Pero la gran mayoría de los objetos, especialmente los que eran de fácil transporte, desaparecieron en la noche. No se han visto manos más listas, ni mayor diligencia en hombres y mujeres para hacer la mudanza. Por fortuna para las artes, la parte del convoy que contenía los grandes cuadros, pudo ser salvada por haber salido de la Puebla con el general Maucune doce horas antes que los demás. Perdiéronse por entonces para España tan incomparables tesoros; mas no se perdieron para el arte, siendo en verdad providencial que se salvasen, y que restaurado alguno de ellos, volviesen todos acá tres años después.

Ya entrado el día, muchos vecinos acomodados en Vitoria salieron para ver el campo de batalla y el lugar del convoy, que principalmente despertaba la curiosidad. Viéronse llegar frailes de distintas órdenes, canónigos de la colegiata, señores muy graves acompañados de damiselas sensibles, jóvenes currutacos, viejos verdes y maduras matronas, todos medio locos de entusiasmo por la gran victoria alcanzada. Iban de ceca en meca sonriendo ante los estragos y haciéndose señalar por los aldeanos los lugares que fueron teatro de acontecimientos más trágicos durante la batalla. El campo del convoy, ya convertido en feria, fue por su proximidad a Vitoria más visitado, y a cada momento llegaban a él alegres parejas, familias, tríos de canónigo, fraile y regidor, con más algunas damas sueltas, es decir, que no iban con nadie. Ninguno se retiraba sin llevar algún recuerdo, pareciéndose en esto a los modernos ingleses, o a los que llaman touristas, y los cascos de granada, las balas de fusil y hasta los botones de los uniformes de renegado pasaron a ser joyas históricas, destinadas a vincularse en el patrimonio de las familias. Aún existen en Vitoria muchos de estos pedacitos del gran desastre.

Diose orden de enterrar los cadáveres que en el llano del convoy había, no siendo tan fácil los del vasto campo de batalla por ser en número de cuatro mil, juntas las pérdidas de unos y otros, pasando de diez mil los heridos. Mortificó a los curiosos el espectáculo de tanto hombre muerto, siquier fueran franceses y renegados; y muchos ofrecieron la cooperación de sus manos para echar tierra dentro de los hoyos que se tragaban tanta juventud desgraciada en vida y en muerte, los amores de innumerables madres, tanta y tan robusta vida nutrida en los pacíficos hogares para la paz y la felicidad.
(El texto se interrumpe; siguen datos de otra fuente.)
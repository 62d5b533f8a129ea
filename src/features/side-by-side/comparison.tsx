import { useMemo } from 'react';
import { compareFits } from '../../../inversion';
import type { Run } from '../../../server/contract/runs';
import type { Sounding } from '../../../server/contract/soundings';
import { DepthColumns } from '../../charts/depth-columns';
import { columnOfRun } from '../../runs/curve-of-run';
import { letterOfRun } from '../../runs/run-title';
import { Field } from '../../ui/field';
import { Notice } from '../../ui/notice';
import { Select } from '../../ui/select';
import { BedComparison } from './bed-comparison';
import { ComparedCurves } from './compared-curves';
import { DifferenceSection } from './difference-section';
import { FactComparison } from './fact-comparison';
import { isFinished, outcomeRows, settingRows } from './run-facts-table';

export interface ComparisonProps {
  sounding: Sounding;
  /** Two to six, each with its result. */
  runs: readonly Run[];
  baseId: string | null;
  onBase: (runId: string) => void;
}

export function Comparison({ sounding, runs, baseId, onBase }: ComparisonProps) {
  const finished = useMemo(() => runs.filter(isFinished), [runs]);
  const base = finished.find((run) => run.id === baseId) ?? finished[0];
  const ordered = useMemo(
    () => (base ? [base, ...finished.filter((run) => run.id !== base.id)] : finished),
    [base, finished],
  );
  const pairs = useMemo(
    () =>
      compareFits(
        ordered.map((run) => run.result),
        ordered.map((run) => `Run ${letterOfRun(run)}`),
      ).pairs.filter((pair) => pair.first === 0),
    [ordered],
  );
  const columns = useMemo(() => ordered.flatMap((run) => columnOfRun(run) ?? []), [ordered]);
  if (!base) return null;
  const revisions = new Set(ordered.map((run) => run.revisionNumber));
  return (
    <div className="mt-6 flex flex-col gap-9">
      <Field label="Compare with run" className="w-56 print:hidden">
        <Select
          value={base.id}
          onChange={(event) => onBase(event.target.value)}
          options={finished.map((run) => ({ value: run.id, label: letterOfRun(run) }))}
        />
      </Field>
      {revisions.size > 1 ? (
        <Notice tone="caution">
          These runs were fitted to different readings (revisions{' '}
          {[...revisions].toSorted((a, b) => a - b).join(', ')}
          ), so their misfits are not of the same curve. The readings drawn are those of run{' '}
          {letterOfRun(base)}.
        </Notice>
      ) : null}
      <ComparedCurves sounding={sounding} runs={ordered} base={base} />
      <DepthColumns columns={columns} title="Ground" subject={sounding.name} height={440} />
      {pairs.map((pair) => {
        const other = ordered[pair.second];
        return other ? <DifferenceSection key={other.id} base={base} other={other} pair={pair} /> : null;
      })}
      <BedComparison runs={ordered} />
      <FactComparison title="How they fit" runs={ordered} rows={outcomeRows(ordered)} />
      <FactComparison title="What was asked for" runs={ordered} rows={settingRows(ordered)} />
    </div>
  );
}
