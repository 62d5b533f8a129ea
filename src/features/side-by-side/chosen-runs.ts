import type { RunSummary } from '../../../server/contract/runs';
import { isRejected } from '../../runs/rejected-fit';
import { weightOfInterpretation } from '../../runs/run-standing';
import { FEWEST_RUNS, MOST_RUNS } from '../../runs/ticked-runs';

export interface ChosenRuns {
  /** In the order they were chosen. */
  runIds: string[];
  /** The run the reader wants the others held against; null leaves it to `baseOf`. */
  baseId: string | null;
}

/**
 * What the address asks for, as far as it can be shown: known ids, each once, no more than fit. An address that asks for none
 * gets the first two known, the newest; one that asks for an empty list gets that.
 */
export function chosenRuns(search: URLSearchParams, known: readonly string[]): ChosenRuns {
  const named = search.get('runs');
  const asked =
    named === null ? known.slice(0, FEWEST_RUNS) : named.split(',').filter((id) => known.includes(id));
  const runIds = [...new Set(asked)].slice(0, MOST_RUNS);
  const base = search.get('base');
  return { runIds, baseId: base !== null && runIds.includes(base) ? base : null };
}

/**
 * The run the others are held against: the one asked for; else, of those that explain the readings, the one under the
 * weightiest interpretation, then the pinned one, then the closest fit.
 */
export function baseOf({ runIds, baseId }: ChosenRuns, runs: readonly RunSummary[]): string | null {
  if (baseId !== null) return baseId;
  const chosen = runs.filter((run) => runIds.includes(run.id));
  const misfit = (run: RunSummary) => run.outcome?.chi2PerReading ?? Infinity;
  const best = chosen.toSorted(
    (a, b) =>
      Number(isRejected(a.outcome)) - Number(isRejected(b.outcome)) ||
      weightOfInterpretation(a) - weightOfInterpretation(b) ||
      Number(b.note.pinned) - Number(a.note.pinned) ||
      misfit(a) - misfit(b),
  )[0];
  return best?.id ?? null;
}

/** The address of a choice. */
export function searchOf({ runIds, baseId }: ChosenRuns): Record<string, string> {
  return {
    runs: runIds.join(','),
    ...(baseId !== null && runIds.includes(baseId) ? { base: baseId } : {}),
  };
}

export function withRun(chosen: ChosenRuns, runId: string, isChosen: boolean): ChosenRuns {
  const others = chosen.runIds.filter((id) => id !== runId);
  if (!isChosen) return { runIds: others, baseId: chosen.baseId === runId ? null : chosen.baseId };
  return others.length >= MOST_RUNS ? chosen : { ...chosen, runIds: [...others, runId] };
}
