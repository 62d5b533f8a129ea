/** Keeps the columns of a run under one another in every table; many runs scroll within their table. */
export const tableWidth = (runs: number) => ({ minWidth: `${5 + runs * 8.5}rem` });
Entre los curiosos que de Vitoria habían venido era de notar un anciano de mucha edad y poca andadura, con el cuerpo inclinado hacia adelante, la cabeza temblorosa, verdes espejuelos ante los ojos y apoyada la una mano en grueso bastón de nudos, mientras con la otra cogía el brazo de una linda joven rubia. Iban los dos por el camino adelante observando todo con curiosidad suma, siendo ella la que primeramente con sus vivísimos volubles ojos veía los objetos y los señalaba después a la tardía atención del viejo. Él se regocijaba con la vista de tanto cañón tomado, de tanta riqueza rescatada, y a cada nueva sorpresa se desvanecía en apologéticos comentarios de la destreza de lord Wellington, encomiando, sobre todo el providente designio del Altísimo, que como padre y ordenador de las victorias, nos había dado aquella tan completa y admirable.

— La causa de Dios triunfa y triunfará mientras haya soldados cristianos en el mundo -decía el abuelo a su linda nieta-. A estos desastres horrorosos son conducidos los que han intentado alevemente apropiarse nuestro suelo, y mudar nuestras costumbres, haciéndonos de fieles piadosos, herejes corrompidos, de leales y pacíficos, revolucionarios y jacobinos.

— ¡Ah, pobres muchachos! -exclamó la nieta y apartando con horror la vista de unos infelices cuerpos de jurados que eran conducidos a la sepultura-. Son renegados, papaíto, tienen uniforme verde, sombrero de piel con águila dorada, una cartera en la cintura con águila, y muchos botoncitos… también con águila.

— Sí, verás águilas por todas partes. Esos hoyos se llenarán de ellas, y la honda tierra no podrá guardar en su seno tantas insignias imperiales. A eso está destinado el poder de Bonaparte. Europa no tiene bastante tierra para sepultar el inmenso cadáver… En cuanto a los infelices jurados, son los que menos lástima me inspiran. Oye bien lo que te digo, hija mía, oye la voz de un anciano patriota, español y cristiano: además del infierno que existe para toda clase de pecadores, ha de haber uno con tormentos extraordinarios de inapreciable horror para los que hacen traición a su patria y a sus banderas.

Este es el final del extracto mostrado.